Recorded data

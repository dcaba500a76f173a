/**
 * The bench's bar above the editor: which netlist is open and whether it is saved, the examples,
 * the drafts, opening a file from disk, downloading, solving now and the help sheet.
 */
import { ChangeDetectionStrategy, Component, ElementRef, input, output, viewChild } from '@angular/core';
import { MatButtonModule } from '@angular/material/button';
import { MatMenuModule } from '@angular/material/menu';
import { MatTooltipModule } from '@angular/material/tooltip';
import type { SaveState } from '../bench-store';
import type { Example } from '../examples';

@Component({
  selector: 'nw-file-bar',
  imports: [MatButtonModule, MatMenuModule, MatTooltipModule],
  changeDetection: ChangeDetectionStrategy.OnPush,
  template: `
    <div class="who">
      <h1 class="bench">Bench</h1>
      <span class="title" [title]="title()">{{ title() }}</span>
      <span class="save" [class]="saveState()" aria-live="polite">{{ saveText() }}</span>
    </div>
    <div class="actions" role="toolbar" aria-label="Netlist">
      <button mat-button type="button" [matMenuTriggerFor]="examplesMenu" aria-label="Examples: Strainlab demo netlists">Examples ▾</button>
      <mat-menu #examplesMenu="matMenu" class="nw-examples-menu">
        <div class="menu-head" aria-hidden="true">Strainlab bridge-sensor front end</div>
        @for (e of examples(); track e.id) {
          <button mat-menu-item type="button" (click)="openExample.emit(e)" [attr.data-example]="e.id">
            <span class="ex-label">{{ $index + 1 }}. {{ e.label }}</span>
            <span class="ex-blurb">{{ e.blurb }}</span>
          </button>
        }
      </mat-menu>
      <button mat-button type="button" (click)="drafts.emit()" aria-label="Drafts kept in this browser">Drafts</button>
      <button mat-button type="button" (click)="newNetlist.emit()" aria-label="New netlist">New</button>
      <button mat-button type="button" (click)="pickFile()" [matTooltip]="'Open a .nwl file (' + mod + '+O)'" aria-label="Open a netlist file from disk">Open…</button>
      <input #file type="file" accept=".nwl,.txt,text/plain" hidden (change)="picked($event)" aria-hidden="true" tabindex="-1" />
      <button mat-button type="button" (click)="download.emit()" matTooltip="Download this netlist as a .nwl file" aria-label="Download the netlist">Download</button>
      <button mat-button type="button" (click)="save.emit()" [matTooltip]="'Save the draft (' + mod + '+S)'" aria-label="Save the draft in this browser">Save</button>
      <button mat-flat-button type="button" (click)="solve.emit()" [matTooltip]="'Solve now (' + mod + '+Enter)'" aria-label="Solve now">Solve</button>
      <button mat-icon-button type="button" (click)="help.emit()" matTooltip="Keyboard shortcuts (F1)" aria-label="Keyboard shortcuts and help">?</button>
    </div>
  `,
  styles: `
    :host { display: flex; align-items: center; gap: 12px; padding: 4px 12px; min-height: 44px;
      border-bottom: 1px solid var(--mat-sys-outline-variant); background: var(--mat-sys-surface-container-low); }
    .who { display: flex; align-items: baseline; gap: 10px; min-width: 0; flex: 1; }
    .bench { font: var(--mat-sys-title-small); margin: 0; color: var(--mat-sys-on-surface-variant); text-transform: uppercase; letter-spacing: 0.06em; }
    .title { font-weight: 600; font-size: 1rem; white-space: nowrap; overflow: hidden; text-overflow: ellipsis; min-width: 0; }
    .save { font-size: 0.8125rem; color: var(--mat-sys-on-surface-variant); white-space: nowrap; }
    .save.unsaved { color: #7a5200; }
    .actions { display: flex; align-items: center; gap: 2px; flex-wrap: nowrap; }
    .actions button { --mat-button-text-horizontal-padding: 10px; }
    .menu-head { padding: 8px 16px 4px; font-size: 0.8125rem; color: var(--mat-sys-on-surface-variant); }
    .ex-label { display: block; font-weight: 600; }
    .ex-blurb { display: block; font-size: 0.8125rem; color: var(--mat-sys-on-surface-variant); line-height: 1.3; }
  `,
})
export class FileBar {
  readonly title = input('');
  readonly saveState = input<SaveState>('saved');
  readonly hasDraft = input(false);
  readonly examples = input<readonly Example[]>([]);

  readonly openExample = output<Example>();
  readonly drafts = output<void>();
  readonly newNetlist = output<void>();
  readonly openFile = output<File>();
  readonly download = output<void>();
  readonly save = output<void>();
  readonly solve = output<void>();
  readonly help = output<void>();

  protected readonly mod = typeof navigator !== 'undefined' && /Mac|iPhone|iPad/.test(navigator.platform) ? '⌘' : 'Ctrl';
  private readonly file = viewChild.required<ElementRef<HTMLInputElement>>('file');

  /** Opens the system file picker (also bound to Ctrl-O). */
  pickFile(): void {
    this.file().nativeElement.click();
  }

  protected picked(event: Event): void {
    const input = event.target as HTMLInputElement;
    const file = input.files?.[0];
    if (file) this.openFile.emit(file);
    input.value = '';
  }

  protected saveText(): string {
    switch (this.saveState()) {
      case 'saving': return 'Saving…';
      case 'unsaved': return 'Not saved yet';
      default: return this.hasDraft() ? 'Saved in this browser' : 'Edits will be kept as a draft';
    }
  }
}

* **EXERCISE DIRECTIONS**: Please reproduce all of the entries above exactly as they appear.

* **OUTPUT OF THE EXERCISE**:
repository dcaba500a76f173a
/**
 * The bench's bar above the editor: which netlist is open and whether it is saved, the examples,
 * the drafts, opening a file from disk, downloading, solving now and the help sheet.
 */
import { ChangeDetectionStrategy, Component, ElementRef, input, output, viewChild } from '@angular/core';
import { MatButtonModule } from '@angular/material/button';
import { MatMenuModule } from '@angular/material/menu';
import { MatTooltipModule } from '@angular/material/tooltip';
import type { SaveState } from '../bench-store';
import type { Example } from '../examples';

@Component({
  selector: 'nw-file-bar',
  imports: [MatButtonModule, MatMenuModule, MatTooltipModule],
  changeDetection: ChangeDetectionStrategy.OnPush,
  template: `
    <div class="who">
      <h1 class="bench">Bench</h1>
      <span class="title" [title]="title()">{{ title() }}</span>
      <span class="save" [class]="saveState()" aria-live="polite">{{ saveText() }}</span>
    </div>
    <div class="actions" role="toolbar" aria-label="Netlist">
      <button mat-button type="button" [matMenuTriggerFor]="examplesMenu" aria-label="Examples: Strainlab demo netlists">Examples ▾</button>
      <mat-menu #examplesMenu="matMenu" class="nw-examples-menu">
        <div class="menu-head" aria-hidden="true">Strainlab bridge-sensor front end</div>
        @for (e of examples(); track e.id) {
          <button mat-menu-item type="button" (click)="openExample.emit(e)" [attr.data-example]="e.id">
            <span class="ex-label">{{ $index + 1 }}. {{ e.label }}</span>
            <span class="ex-blurb">{{ e.blurb }}</span>
          </button>
        }
      </mat-menu>
      <button mat-button type="button" (click)="drafts.emit()" aria-label="Drafts kept in this browser">Drafts</button>
      <button mat-button type="button" (click)="newNetlist.emit()" aria-label="New netlist">New</button>
      <button mat-button type="button" (click)="pickFile()" [matTooltip]="'Open a .nwl file (' + mod + '+O)'" aria-label="Open a netlist file from disk">Open…</button>
      <input #file type="file" accept=".nwl,.txt,text/plain" hidden (change)="picked($event)" aria-hidden="true" tabindex="-1" />
      <button mat-button type="button" (click)="download.emit()" matTooltip="Download this netlist as a .nwl file" aria-label="Download the netlist">Download</button>
      <button mat-button type="button" (click)="save.emit()" [matTooltip]="'Save the draft (' + mod + '+S)'" aria-label="Save the draft in this browser">Save</button>
      <button mat-flat-button type="button" (click)="solve.emit()" [matTooltip]="'Solve now (' + mod + '+Enter)'" aria-label="Solve now">Solve</button>
      <button mat-icon-button type="button" (click)="help.emit()" matTooltip="Keyboard shortcuts (F1)" aria-label="Keyboard shortcuts and help">?</button>
    </div>
  `,
  styles: `
    :host { display: flex; align-items: center; gap: 12px; padding: 4px 12px; min-height: 44px;
      border-bottom: 1px solid var(--mat-sys-outline-variant); background: var(--mat-sys-surface-container-low); }
    .who { display: flex; align-items: baseline; gap: 10px; min-width: 0; flex: 1; }
    .bench { font: var(--mat-sys-title-small); margin: 0; color: var(--mat-sys-on-surface-variant); text-transform: uppercase; letter-spacing: 0.06em; }
    .title { font-weight: 600; font-size: 1rem; white-space: nowrap; overflow: hidden; text-overflow: ellipsis; min-width: 0; }
    .save { font-size: 0.8125rem; color: var(--mat-sys-on-surface-variant); white-space: nowrap; }
    .save.unsaved { color: #7a5200; }
    .actions { display: flex; align-items: center; gap: 2px; flex-wrap: nowrap; }
    .actions button { --mat-button-text-horizontal-padding: 10px; }
    .menu-head { padding: 8px 16px 4px; font-size: 0.8125rem; color: var(--mat-sys-on-surface-variant); }
    .ex-label { display: block; font-weight: 600; }
    .ex-blurb { display: block; font-size: 0.8125rem; color: var(--mat-sys-on-surface-variant); line-height: 1.3; }
  `,
})
export class FileBar {
  readonly title = input('');
  readonly saveState = input<SaveState>('saved');
  readonly hasDraft = input(false);
  readonly examples = input<readonly Example[]>([]);

  readonly openExample = output<Example>();
  readonly drafts = output<void>();
  readonly newNetlist = output<void>();
  readonly openFile = output<File>();
  readonly download = output<void>();
  readonly save = output<void>();
  readonly solve = output<void>();
  readonly help = output<void>();

  protected readonly mod = typeof navigator !== 'undefined' && /Mac|iPhone|iPad/.test(navigator.platform) ? '⌘' : 'Ctrl';
  private readonly file = viewChild.required<ElementRef<HTMLInputElement>>('file');

  /** Opens the system file picker (also bound to Ctrl-O). */
  pickFile(): void {
    this.file().nativeElement.click();
  }

  protected picked(event: Event): void {
    const input = event.target as HTMLInputElement;
    const file = input.files?.[0];
    if (file) this.openFile.emit(file);
    input.value = '';
  }

  protected saveText(): string {
    switch (this.saveState()) {
      case 'saving': return 'Saving…';
      case 'unsaved': return 'Not saved yet';
      default: return this.hasDraft() ? 'Saved in this browser' : 'Edits will be kept as a draft';
    }
  }
}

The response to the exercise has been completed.